▶ **Work request**
Keep only the lines of the data below that contain "approx", and copy them.

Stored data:
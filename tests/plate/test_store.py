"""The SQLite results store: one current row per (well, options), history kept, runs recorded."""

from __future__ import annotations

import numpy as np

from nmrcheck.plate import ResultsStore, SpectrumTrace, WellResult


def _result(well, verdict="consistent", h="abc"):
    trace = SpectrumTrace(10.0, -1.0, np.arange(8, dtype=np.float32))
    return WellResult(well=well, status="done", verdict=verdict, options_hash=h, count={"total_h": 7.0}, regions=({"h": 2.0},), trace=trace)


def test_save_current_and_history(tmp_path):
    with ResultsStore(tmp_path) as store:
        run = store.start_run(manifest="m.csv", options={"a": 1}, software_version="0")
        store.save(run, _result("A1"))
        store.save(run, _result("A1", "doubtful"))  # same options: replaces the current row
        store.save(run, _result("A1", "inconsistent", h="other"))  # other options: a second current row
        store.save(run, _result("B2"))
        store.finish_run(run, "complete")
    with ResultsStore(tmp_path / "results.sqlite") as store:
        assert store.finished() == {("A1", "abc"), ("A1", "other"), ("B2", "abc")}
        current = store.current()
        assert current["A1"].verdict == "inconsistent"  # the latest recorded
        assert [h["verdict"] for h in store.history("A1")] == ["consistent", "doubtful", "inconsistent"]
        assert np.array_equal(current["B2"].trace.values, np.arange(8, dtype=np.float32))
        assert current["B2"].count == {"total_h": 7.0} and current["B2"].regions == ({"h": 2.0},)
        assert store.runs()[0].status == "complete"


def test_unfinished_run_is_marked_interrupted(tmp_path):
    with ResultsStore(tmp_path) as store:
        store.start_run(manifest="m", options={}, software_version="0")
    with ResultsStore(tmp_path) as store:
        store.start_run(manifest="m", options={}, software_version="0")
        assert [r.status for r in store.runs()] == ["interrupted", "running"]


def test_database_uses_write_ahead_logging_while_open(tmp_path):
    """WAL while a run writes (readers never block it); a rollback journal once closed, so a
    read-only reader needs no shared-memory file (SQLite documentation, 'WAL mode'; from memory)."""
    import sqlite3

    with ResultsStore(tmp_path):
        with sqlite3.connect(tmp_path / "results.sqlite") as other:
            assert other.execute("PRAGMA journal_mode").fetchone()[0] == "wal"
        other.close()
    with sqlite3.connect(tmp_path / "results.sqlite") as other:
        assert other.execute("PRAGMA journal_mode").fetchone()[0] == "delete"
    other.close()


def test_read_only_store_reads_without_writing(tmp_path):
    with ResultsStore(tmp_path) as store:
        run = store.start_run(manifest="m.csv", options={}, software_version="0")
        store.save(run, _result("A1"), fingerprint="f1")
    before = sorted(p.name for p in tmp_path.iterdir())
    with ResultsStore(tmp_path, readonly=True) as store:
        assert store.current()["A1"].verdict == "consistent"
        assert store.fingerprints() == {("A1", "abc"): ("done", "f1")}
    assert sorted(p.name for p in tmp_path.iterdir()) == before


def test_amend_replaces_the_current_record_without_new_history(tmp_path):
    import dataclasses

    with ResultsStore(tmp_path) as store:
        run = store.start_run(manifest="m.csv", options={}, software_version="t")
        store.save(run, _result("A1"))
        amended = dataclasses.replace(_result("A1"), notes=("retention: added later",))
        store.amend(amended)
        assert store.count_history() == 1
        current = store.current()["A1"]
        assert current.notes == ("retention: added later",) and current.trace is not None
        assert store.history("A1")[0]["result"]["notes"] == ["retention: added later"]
...
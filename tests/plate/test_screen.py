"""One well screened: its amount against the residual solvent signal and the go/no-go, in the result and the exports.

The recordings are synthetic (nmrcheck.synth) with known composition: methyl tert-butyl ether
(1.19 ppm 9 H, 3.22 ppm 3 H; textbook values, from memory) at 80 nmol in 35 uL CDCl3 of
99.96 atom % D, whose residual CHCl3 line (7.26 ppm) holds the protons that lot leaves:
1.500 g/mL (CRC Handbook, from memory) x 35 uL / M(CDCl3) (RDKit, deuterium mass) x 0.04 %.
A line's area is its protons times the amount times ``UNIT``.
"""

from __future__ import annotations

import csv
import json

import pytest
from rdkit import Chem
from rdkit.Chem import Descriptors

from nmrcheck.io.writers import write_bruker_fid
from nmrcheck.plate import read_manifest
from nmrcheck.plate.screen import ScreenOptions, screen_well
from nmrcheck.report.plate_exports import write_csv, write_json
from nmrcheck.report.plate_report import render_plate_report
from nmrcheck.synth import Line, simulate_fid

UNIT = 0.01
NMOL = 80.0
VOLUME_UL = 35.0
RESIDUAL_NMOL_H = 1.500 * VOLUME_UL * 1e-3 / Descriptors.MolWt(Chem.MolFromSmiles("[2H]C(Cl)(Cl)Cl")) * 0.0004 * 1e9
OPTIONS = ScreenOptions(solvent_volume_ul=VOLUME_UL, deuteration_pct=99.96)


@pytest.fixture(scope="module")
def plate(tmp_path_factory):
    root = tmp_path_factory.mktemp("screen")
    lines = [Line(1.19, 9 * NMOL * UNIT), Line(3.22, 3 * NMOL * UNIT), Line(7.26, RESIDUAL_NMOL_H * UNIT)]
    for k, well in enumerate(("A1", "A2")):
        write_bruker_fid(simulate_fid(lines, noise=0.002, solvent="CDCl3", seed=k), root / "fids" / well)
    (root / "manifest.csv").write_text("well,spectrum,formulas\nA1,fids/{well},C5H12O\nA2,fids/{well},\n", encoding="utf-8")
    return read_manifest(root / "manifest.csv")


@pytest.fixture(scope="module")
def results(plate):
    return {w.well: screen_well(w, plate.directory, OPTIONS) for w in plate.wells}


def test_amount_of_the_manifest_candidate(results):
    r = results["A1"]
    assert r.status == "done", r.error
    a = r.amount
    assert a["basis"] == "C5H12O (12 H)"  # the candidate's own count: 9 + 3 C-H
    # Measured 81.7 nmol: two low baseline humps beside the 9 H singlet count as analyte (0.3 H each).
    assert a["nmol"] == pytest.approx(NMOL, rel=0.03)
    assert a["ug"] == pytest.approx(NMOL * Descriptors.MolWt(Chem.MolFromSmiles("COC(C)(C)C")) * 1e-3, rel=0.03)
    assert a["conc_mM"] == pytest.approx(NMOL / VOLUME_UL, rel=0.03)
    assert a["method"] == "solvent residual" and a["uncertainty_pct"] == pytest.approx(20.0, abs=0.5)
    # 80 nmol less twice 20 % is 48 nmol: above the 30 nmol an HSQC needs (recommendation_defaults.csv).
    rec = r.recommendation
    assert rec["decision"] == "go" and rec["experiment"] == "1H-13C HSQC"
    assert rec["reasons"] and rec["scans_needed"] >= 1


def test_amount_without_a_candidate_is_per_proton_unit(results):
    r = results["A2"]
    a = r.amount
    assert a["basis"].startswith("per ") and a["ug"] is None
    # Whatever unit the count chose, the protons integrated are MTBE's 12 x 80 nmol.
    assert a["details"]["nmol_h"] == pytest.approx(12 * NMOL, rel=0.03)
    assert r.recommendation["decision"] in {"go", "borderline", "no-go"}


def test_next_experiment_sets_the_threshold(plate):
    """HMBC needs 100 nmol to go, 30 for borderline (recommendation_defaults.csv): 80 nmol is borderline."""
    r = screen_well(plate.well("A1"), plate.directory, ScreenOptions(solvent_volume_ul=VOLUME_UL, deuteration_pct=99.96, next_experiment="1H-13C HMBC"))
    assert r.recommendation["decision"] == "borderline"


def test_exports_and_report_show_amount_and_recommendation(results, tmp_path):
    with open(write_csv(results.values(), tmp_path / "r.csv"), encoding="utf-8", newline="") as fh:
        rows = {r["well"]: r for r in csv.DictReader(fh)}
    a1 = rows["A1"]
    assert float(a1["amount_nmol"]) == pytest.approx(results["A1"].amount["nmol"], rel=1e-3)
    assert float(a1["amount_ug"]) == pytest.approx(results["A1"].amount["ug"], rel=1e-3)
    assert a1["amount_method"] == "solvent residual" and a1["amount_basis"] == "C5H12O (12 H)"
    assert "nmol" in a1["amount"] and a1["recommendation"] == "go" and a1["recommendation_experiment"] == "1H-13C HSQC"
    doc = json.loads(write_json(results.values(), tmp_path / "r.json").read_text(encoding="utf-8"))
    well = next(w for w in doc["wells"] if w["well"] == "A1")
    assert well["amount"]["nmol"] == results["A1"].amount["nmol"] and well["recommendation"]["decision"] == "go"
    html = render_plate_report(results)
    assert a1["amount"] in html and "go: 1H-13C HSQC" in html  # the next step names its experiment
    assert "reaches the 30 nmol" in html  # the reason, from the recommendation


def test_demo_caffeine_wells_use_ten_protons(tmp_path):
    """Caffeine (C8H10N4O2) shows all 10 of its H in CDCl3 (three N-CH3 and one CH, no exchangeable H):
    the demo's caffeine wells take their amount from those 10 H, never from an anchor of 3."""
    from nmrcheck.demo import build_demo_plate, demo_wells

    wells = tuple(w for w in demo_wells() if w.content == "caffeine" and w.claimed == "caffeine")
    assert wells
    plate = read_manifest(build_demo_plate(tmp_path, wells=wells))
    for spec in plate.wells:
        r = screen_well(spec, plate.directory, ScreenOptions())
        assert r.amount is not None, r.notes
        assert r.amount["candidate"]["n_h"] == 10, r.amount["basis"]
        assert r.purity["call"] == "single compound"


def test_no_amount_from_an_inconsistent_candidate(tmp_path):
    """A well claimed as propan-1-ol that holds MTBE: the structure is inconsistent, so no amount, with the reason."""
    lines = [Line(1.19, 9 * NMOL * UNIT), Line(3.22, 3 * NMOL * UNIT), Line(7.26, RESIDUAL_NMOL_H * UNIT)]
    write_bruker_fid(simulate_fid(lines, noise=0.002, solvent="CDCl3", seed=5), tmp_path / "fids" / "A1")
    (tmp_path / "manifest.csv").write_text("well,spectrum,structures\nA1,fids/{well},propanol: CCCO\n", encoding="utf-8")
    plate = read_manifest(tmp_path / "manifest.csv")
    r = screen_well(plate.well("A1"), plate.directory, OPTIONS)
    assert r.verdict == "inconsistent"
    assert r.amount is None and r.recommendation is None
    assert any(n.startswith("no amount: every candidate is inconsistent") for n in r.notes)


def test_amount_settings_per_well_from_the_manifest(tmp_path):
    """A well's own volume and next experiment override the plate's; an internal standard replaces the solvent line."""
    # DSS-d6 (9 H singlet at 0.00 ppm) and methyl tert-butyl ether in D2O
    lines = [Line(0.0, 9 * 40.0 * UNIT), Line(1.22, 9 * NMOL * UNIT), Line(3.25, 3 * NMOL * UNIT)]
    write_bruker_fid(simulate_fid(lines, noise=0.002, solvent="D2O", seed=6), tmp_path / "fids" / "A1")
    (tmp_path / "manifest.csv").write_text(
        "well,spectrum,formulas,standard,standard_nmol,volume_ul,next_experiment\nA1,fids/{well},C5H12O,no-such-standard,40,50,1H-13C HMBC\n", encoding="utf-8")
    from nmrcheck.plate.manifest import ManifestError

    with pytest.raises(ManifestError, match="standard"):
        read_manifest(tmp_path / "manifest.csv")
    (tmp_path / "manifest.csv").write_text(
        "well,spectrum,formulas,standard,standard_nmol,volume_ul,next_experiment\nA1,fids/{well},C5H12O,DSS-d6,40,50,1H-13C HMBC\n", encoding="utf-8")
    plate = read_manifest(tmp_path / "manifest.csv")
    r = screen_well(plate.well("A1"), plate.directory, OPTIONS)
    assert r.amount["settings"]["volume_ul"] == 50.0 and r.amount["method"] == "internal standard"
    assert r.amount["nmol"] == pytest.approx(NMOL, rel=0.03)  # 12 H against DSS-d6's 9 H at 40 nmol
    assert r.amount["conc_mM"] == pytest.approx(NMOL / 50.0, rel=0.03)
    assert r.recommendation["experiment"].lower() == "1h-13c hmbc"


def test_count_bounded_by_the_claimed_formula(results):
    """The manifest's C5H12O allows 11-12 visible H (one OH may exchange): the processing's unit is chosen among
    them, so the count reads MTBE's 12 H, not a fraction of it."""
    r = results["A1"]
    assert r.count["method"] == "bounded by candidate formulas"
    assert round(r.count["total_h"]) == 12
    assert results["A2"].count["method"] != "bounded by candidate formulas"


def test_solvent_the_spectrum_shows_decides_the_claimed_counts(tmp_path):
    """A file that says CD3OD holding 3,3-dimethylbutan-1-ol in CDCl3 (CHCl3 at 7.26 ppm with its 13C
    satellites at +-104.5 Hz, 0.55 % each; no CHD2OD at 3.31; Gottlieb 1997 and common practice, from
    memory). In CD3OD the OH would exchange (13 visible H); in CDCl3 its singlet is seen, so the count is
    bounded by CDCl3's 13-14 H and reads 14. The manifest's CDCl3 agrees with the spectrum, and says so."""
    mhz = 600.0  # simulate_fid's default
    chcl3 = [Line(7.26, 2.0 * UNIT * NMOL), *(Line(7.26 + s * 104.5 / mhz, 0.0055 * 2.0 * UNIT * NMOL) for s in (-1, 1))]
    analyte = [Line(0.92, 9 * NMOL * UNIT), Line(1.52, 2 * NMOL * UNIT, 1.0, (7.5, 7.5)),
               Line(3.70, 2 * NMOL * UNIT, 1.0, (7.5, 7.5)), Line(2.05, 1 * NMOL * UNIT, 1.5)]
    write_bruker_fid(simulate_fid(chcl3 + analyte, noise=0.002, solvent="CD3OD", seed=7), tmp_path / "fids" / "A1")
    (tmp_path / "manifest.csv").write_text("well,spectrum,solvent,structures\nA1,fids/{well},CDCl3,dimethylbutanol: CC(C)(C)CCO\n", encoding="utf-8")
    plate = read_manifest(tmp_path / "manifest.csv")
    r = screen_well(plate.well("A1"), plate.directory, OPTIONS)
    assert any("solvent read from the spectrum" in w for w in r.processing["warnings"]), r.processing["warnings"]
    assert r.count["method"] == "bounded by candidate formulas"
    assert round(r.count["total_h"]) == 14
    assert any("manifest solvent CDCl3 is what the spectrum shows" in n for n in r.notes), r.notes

▶ **Answer for this exercise**
    assert a["nmol"] == pytest.approx(NMOL, rel=0.03)
    assert a["ug"] == pytest.approx(NMOL * Descriptors.MolWt(Chem.MolFromSmiles("COC(C)(C)C")) * 1e-3, rel=0.03)
    assert a["conc_mM"] == pytest.approx(NMOL / VOLUME_UL, rel=0.03)
    assert a["method"] == "solvent residual" and a["uncertainty_pct"] == pytest.approx(20.0, abs=0.5)
    assert a["details"]["nmol_h"] == pytest.approx(12 * NMOL, rel=0.03)
    assert float(a1["amount_nmol"]) == pytest.approx(results["A1"].amount["nmol"], rel=1e-3)
    assert float(a1["amount_ug"]) == pytest.approx(results["A1"].amount["ug"], rel=1e-3)
    assert r.amount["nmol"] == pytest.approx(NMOL, rel=0.03)  # 12 H against DSS-d6's 9 H at 40 nmol
    assert r.amount["conc_mM"] == pytest.approx(NMOL / 50.0, rel=0.03)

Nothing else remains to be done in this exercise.